The American Civil Liberties Union said in a federal lawsuit filed in New York that thousands of migrants fleeing violence in El Salvador, Guatemala and Honduras haven’t been given a fair chance to make their asylum pleas in court, but were still ordered deported.

Pelosi said ahead of the raids that “families belong together,” and Washington state Democratic Rep. Pramila Jayapal, the co-chair of the Congressional Progressive Caucus, accused the Trump administration of a “willingness to be cruel at every turn.”

However, House Minority Leader Rep. Kevin McCarthy, a California Republican, blamed Pelosi, saying “it is the speaker who caused this problem.” Trump would have delayed the raids again if there had been progress on the reform of asylum rules in the House, he said.

Immigration activists are planning rallies this weekend in several of the targeted cities, including one in Chicago, where organizers expect to draw about 10,000 people.
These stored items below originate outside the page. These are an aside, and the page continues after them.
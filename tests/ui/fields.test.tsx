import { cleanup, fireEvent, render, screen } from '@testing-library/react'
import userEvent from '@testing-library/user-event'
import { useState } from 'react'
import { afterEach, describe, expect, test } from 'vitest'
import { Button } from '@/components/ui/button'
import { Checkbox } from '@/components/ui/checkbox'
import { FormError } from '@/components/ui/form-error'
import { NumberField } from '@/components/ui/number-field'
import { SelectField } from '@/components/ui/select-field'
import { TemperatureField } from '@/components/ui/temperature-field'
import { TextArea } from '@/components/ui/text-area'
import { TextField } from '@/components/ui/text-field'
import type { TemperatureUnit } from '@/lib/format'

afterEach(cleanup)

/** What a screen reader says of a field after its name. */
function describedBy(element: HTMLElement): string {
  const ids = element.getAttribute('aria-describedby')?.split(' ') ?? []
  return ids.map((id) => document.getElementById(id)?.textContent ?? 'missing').join(' | ')
}

describe('every field', () => {
  test('is found by its label', () => {
    render(
      <>
        <TextField name="name" label="Name" />
        <NumberField name="minutes" label="Minutes" />
        <TextArea name="intent" label="Flavour intent" isOptional />
        <SelectField name="kind" label="Kind" options={[{ value: 'ramp', label: 'Ramp' }]} />
        <Checkbox name="lid" label="Lid on" />
        <TextField name="stages.0.name" label="Stage name" isLabelHidden />
      </>,
    )
    for (const label of ['Name', 'Minutes', /Flavour intent/, 'Kind', 'Lid on', 'Stage name'])
      expect(screen.getByLabelText(label)).toBeTruthy()
  })

  test('says its unit, its hint and its error, in this order, and that it is wrong', () => {
    render(
      <TextField
        name="water"
        label="Water"
        unit="°C"
        hint="From the tap."
        error="Write a temperature from 5 to 95."
      />,
    )
    const field = screen.getByLabelText('Water')
    expect(describedBy(field)).toBe('°C | From the tap. | Write a temperature from 5 to 95.')
    expect(field.getAttribute('aria-invalid')).toBe('true')
  })

  test('keeps what was typed when its error appears', async () => {
    const { rerender } = render(<TextField name="name" label="Name" defaultValue="" />)
    await userEvent.type(screen.getByLabelText('Name'), 'Quay medium')
    rerender(<TextField name="name" label="Name" defaultValue="" error="Another recipe has this name." />)
    expect(screen.getByLabelText<HTMLInputElement>('Name').value).toBe('Quay medium')
  })
})

describe('a number field', () => {
  function Minutes({ onValue = () => undefined, initial = null as number | null }) {
    const [value, setValue] = useState<number | null>(initial)
    return (
      <>
        <NumberField
          name="minutes"
          label="Minutes"
          min={1}
          max={90}
          step={1}
          what="minutes"
          value={value}
          onValueChange={(next) => {
            setValue(next)
            onValue()
          }}
        />
        <output>{String(value)}</output>
        <button type="button" onClick={() => setValue(26.2)}>
          Undo
        </button>
      </>
    )
  }
  const field = () => screen.getByLabelText<HTMLInputElement>('Minutes')

  test('takes a decimal comma and leaves it as typed', async () => {
    render(<Minutes />)
    await userEvent.type(field(), '12,50')
    expect(field().value).toBe('12,50')
    expect(screen.getByRole('status').textContent).toBe('12.5')
  })

  test('keeps text that is no number, and says the fix once it is left', async () => {
    render(<Minutes />)
    await userEvent.type(field(), 'about 12')
    expect(describedBy(field())).toBe('')
    await userEvent.tab()
    expect(field().value).toBe('about 12')
    expect(screen.getByRole('status').textContent).toBe('null')
    expect(describedBy(field())).toBe('Write minutes from 1 to 90, in figures only.')
  })

  test('says its bounds when they are passed', async () => {
    render(<Minutes />)
    await userEvent.type(field(), '120')
    await userEvent.tab()
    expect(describedBy(field())).toBe('Write minutes from 1 to 90.')
  })

  test('shows a number that comes from outside', async () => {
    render(<Minutes initial={12} />)
    await userEvent.click(screen.getByText('Undo'))
    expect(field().value).toBe('26.2')
  })

  test('steps by the arrow keys, never past its bounds', async () => {
    render(<Minutes initial={89} />)
    await userEvent.type(field(), '{ArrowUp}{ArrowUp}{ArrowUp}')
    expect(field().value).toBe('90')
    await userEvent.type(field(), '{ArrowDown}')
    expect(field().value).toBe('89')
  })
})

describe('a temperature field', () => {
  function Target({ kind = 'temperature' as 'temperature' | 'difference' | 'rate', initialC = 0 }) {
    const [unit, setUnit] = useState<TemperatureUnit>('F')
    const [valueC, setValueC] = useState<number | null>(initialC)
    return (
      <>
        <TemperatureField
          name="t"
          label="Target"
          personUnit={unit}
          kind={kind}
          valueC={valueC}
          onValueChangeC={setValueC}
          minC={0}
          maxC={100}
        />
        <output>{valueC === null ? 'none' : valueC.toFixed(3)}</output>
        <button type="button" onClick={() => setUnit((now) => (now === 'F' ? 'C' : 'F'))}>
          Change unit
        </button>
      </>
    )
  }
  const field = () => screen.getByLabelText<HTMLInputElement>('Target')

  test('shows °F and holds °C', async () => {
    render(<Target initialC={100} />)
    expect(field().value).toBe('212')
    await userEvent.clear(field())
    await userEvent.type(field(), '50')
    expect(screen.getByRole('status').textContent).toBe('10.000')
    expect(describedBy(field())).toBe('°F')
  })

  test('converts a difference as a difference, and a rate a minute likewise', async () => {
    render(<Target kind="difference" initialC={7} />)
    expect(field().value).toBe('12.6')
    cleanup()
    render(<Target kind="rate" initialC={10} />)
    expect(field().value).toBe('18')
    expect(describedBy(field())).toBe('°F a minute')
  })

  test('names its bounds in the person’s unit', async () => {
    render(<Target initialC={50} />)
    await userEvent.clear(field())
    await userEvent.type(field(), '300')
    await userEvent.tab()
    expect(describedBy(field())).toContain('Write a temperature in °F from 32 to 212.')
  })

  test('a change of unit moves no temperature', async () => {
    render(<Target initialC={37} />)
    expect(field().value).toBe('98.6')
    await userEvent.click(screen.getByText('Change unit'))
    expect(field().value).toBe('37')
    expect(screen.getByRole('status').textContent).toBe('37.000')
  })
})

describe('the summary of a refused form', () => {
  const problem = {
    title: 'Something needs mending',
    detail: 'One field needs another look.',
    fields: { 'stages.0.minutes': 'Write minutes from 1 to 90.' },
  }

  test('takes the focus, and each line leads to its field', async () => {
    render(
      <>
        <FormError problem={problem} labels={{ 'stages.0.minutes': 'Warm, minutes' }} />
        <TextField name="stages.0.minutes" label="Minutes" error={problem.fields['stages.0.minutes']} />
      </>,
    )
    expect(document.activeElement).toBe(screen.getByRole('alert'))
    await userEvent.click(screen.getByText('Warm, minutes: Write minutes from 1 to 90.'))
    expect(document.activeElement).toBe(screen.getByLabelText('Minutes'))
  })

  test('is not there when nothing is wrong', () => {
    render(<FormError problem={null} />)
    expect(screen.queryByRole('alert')).toBeNull()
  })
})

describe('a button', () => {
  test('never submits a form by accident', () => {
    render(<Button>Compare</Button>)
    expect(screen.getByRole('button').getAttribute('type')).toBe('button')
  })

  test('takes no second press while it is busy', () => {
    let presses = 0
    render(
      <Button isBusy onClick={() => (presses += 1)}>
        Saving
      </Button>,
    )
    fireEvent.click(screen.getByRole('button'))
    expect(presses).toBe(0)
    expect(screen.getByRole('button').getAttribute('aria-busy')).toBe('true')
  })

  test('a busy submit button submits nothing', () => {
    let submits = 0
    render(
      <form
        onSubmit={(event) => {
          event.preventDefault()
          submits += 1
        }}
      >
        <Button type="submit" isBusy>
          Saving
        </Button>
      </form>,
    )
    fireEvent.click(screen.getByRole('button'))
    expect(submits).toBe(0)
  })
})
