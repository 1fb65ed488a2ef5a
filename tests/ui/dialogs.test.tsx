import { act, cleanup, render, screen, within } from '@testing-library/react'
import userEvent from '@testing-library/user-event'
import { useState } from 'react'
import { afterEach, beforeEach, describe, expect, test, vi } from 'vitest'
import { ConfirmDialog } from '@/components/ui/confirm-dialog'
import type { Problem } from '@/components/ui/problem'
import { SignDialog } from '@/components/ui/sign-dialog'
import { TOAST_S, ToastProvider, useToast } from '@/components/ui/toast'

afterEach(cleanup)

function Withdraw({ onConfirm }: { onConfirm: (reason: string) => Promise<Problem | null> }) {
  const [isOpen, setIsOpen] = useState(false)
  return (
    <>
      <button type="button" onClick={() => setIsOpen(true)}>
        Open
      </button>
      <ConfirmDialog
        isOpen={isOpen}
        onClose={() => setIsOpen(false)}
        title="Withdraw version 4?"
        confirmLabel="Withdraw"
        isDanger
        reasonLabel="Why"
        onConfirm={async (reason) => {
          const problem = await onConfirm(reason)
          if (problem === null) setIsOpen(false)
          return problem
        }}
      >
        <p>Firings under way go on.</p>
      </ConfirmDialog>
    </>
  )
}

describe('a dialog that asks before something that hurts', () => {
  test('is named by its question, and gives the focus back when it closes', async () => {
    render(<Withdraw onConfirm={async () => null} />)
    const opener = screen.getByText('Open')
    opener.focus()
    await userEvent.click(opener)
    expect(screen.getByRole('dialog', { name: 'Withdraw version 4?' })).toBeTruthy()
    await userEvent.click(screen.getByText('Cancel'))
    expect(screen.queryByRole('dialog')).toBeNull()
    expect(document.activeElement).toBe(opener)
  })

  test('does nothing without the reason it asks for', async () => {
    const confirm = vi.fn(async () => null)
    render(<Withdraw onConfirm={confirm} />)
    await userEvent.click(screen.getByText('Open'))
    await userEvent.click(screen.getByText('Withdraw'))
    expect(confirm).not.toHaveBeenCalled()
    expect(screen.getByText('Write a reason; it goes into the audit trail.')).toBeTruthy()
  })

  test('shows a refusal and loses nothing typed', async () => {
    render(
      <Withdraw
        onConfirm={async () => ({ title: 'Not withdrawn', detail: 'Somebody withdrew it meanwhile.' })}
      />,
    )
    await userEvent.click(screen.getByText('Open'))
    await userEvent.type(screen.getByLabelText('Why'), 'wrong lot')
    await userEvent.click(screen.getByText('Withdraw'))
    expect(await screen.findByText('Somebody withdrew it meanwhile.')).toBeTruthy()
    expect(screen.getByLabelText<HTMLTextAreaElement>('Why').value).toBe('wrong lot')
  })
})

describe('a signature', () => {
  const meaning = 'I have checked this version and approve it for firing.'

  test('shows who signs and what it means, and asks for the password', async () => {
    const sign = vi.fn(async () => null)
    render(
      <SignDialog
        isOpen
        onClose={() => undefined}
        title="Approve version 5"
        signerName="I. Marr, master cooper"
        meaning={meaning}
        signLabel="Sign"
        onSign={sign}
      />,
    )
    const dialog = within(screen.getByRole('dialog'))
    expect(dialog.getByText(meaning)).toBeTruthy()
    expect(dialog.getByText('You sign as I. Marr, master cooper:')).toBeTruthy()
    await userEvent.click(dialog.getByText('Sign'))
    expect(sign).not.toHaveBeenCalled()
    await userEvent.type(dialog.getByLabelText('Your password, again'), 'a long pass phrase')
    await userEvent.click(dialog.getByText('Sign'))
    expect(sign).toHaveBeenCalledWith({ password: 'a long pass phrase', meaning, reason: '' })
  })

  test('puts a refused password beside its field', async () => {
    const refused = {
      detail: 'Not signed.',
      fields: { password: 'This is not the password of this account.' },
    }
    render(
      <SignDialog
        isOpen
        onClose={() => undefined}
        title="Approve"
        signerName="I. Marr"
        meaning={meaning}
        signLabel="Sign"
        onSign={async () => refused}
      />,
    )
    await userEvent.type(screen.getByLabelText('Your password, again'), 'wrong')
    await userEvent.click(screen.getByText('Sign'))
    const field = screen.getByLabelText('Your password, again')
    expect(document.getElementById(`${field.id}-error`)?.textContent).toBe(
      'This is not the password of this account.',
    )
  })
})

describe('what was just done', () => {
  beforeEach(() => void vi.useFakeTimers())
  afterEach(() => void vi.useRealTimers())

  function Mark({ onUndo }: { onUndo: () => void }) {
    const show = useToast()
    return (
      <button type="button" onClick={() => show({ words: 'Feed marked.', onUndo })}>
        Feed
      </button>
    )
  }
  const press = (name: RegExp | string) => act(() => screen.getByRole('button', { name }).click())

  test('can be undone for ten seconds and no longer', () => {
    const undo = vi.fn()
    render(
      <ToastProvider>
        <Mark onUndo={undo} />
      </ToastProvider>,
    )
    press('Feed')
    act(() => void vi.advanceTimersByTime((TOAST_S - 1) * 1000))
    press(/^Undo/)
    expect(undo).toHaveBeenCalledTimes(1)
    expect(screen.queryByText('Feed marked.')).toBeNull()
    press('Feed')
    for (let s = 0; s < TOAST_S; s += 1) act(() => void vi.advanceTimersByTime(1000))
    expect(screen.queryByText('Feed marked.')).toBeNull()
    expect(TOAST_S).toBe(10)
  })

  test('waits while a person has the focus in it', () => {
    render(
      <ToastProvider>
        <Mark onUndo={() => undefined} />
      </ToastProvider>,
    )
    press('Feed')
    act(() => screen.getByRole('button', { name: /^Undo/ }).focus())
    for (let s = 0; s < 30; s += 1) act(() => void vi.advanceTimersByTime(1000))
    expect(screen.getByText('Feed marked.')).toBeTruthy()
  })
})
“We will not be swayed by fear and fiat,” Justin Valas of Asian Americans Advancing Justice in Chicago told The Associated Press.

Advocates ramped up know-your-rights training for immigrants after Trump took office, and are advising all immigrants, regardless of their immigration status, to refuse answers to ICE officers’ question and demand to see proper paperwork.

“We don’t want to alarm folks, but we want to alert folks,” Melissa Taveras of the Florida Immigrant Coalition told the AP.

The Associated Press contributed reporting.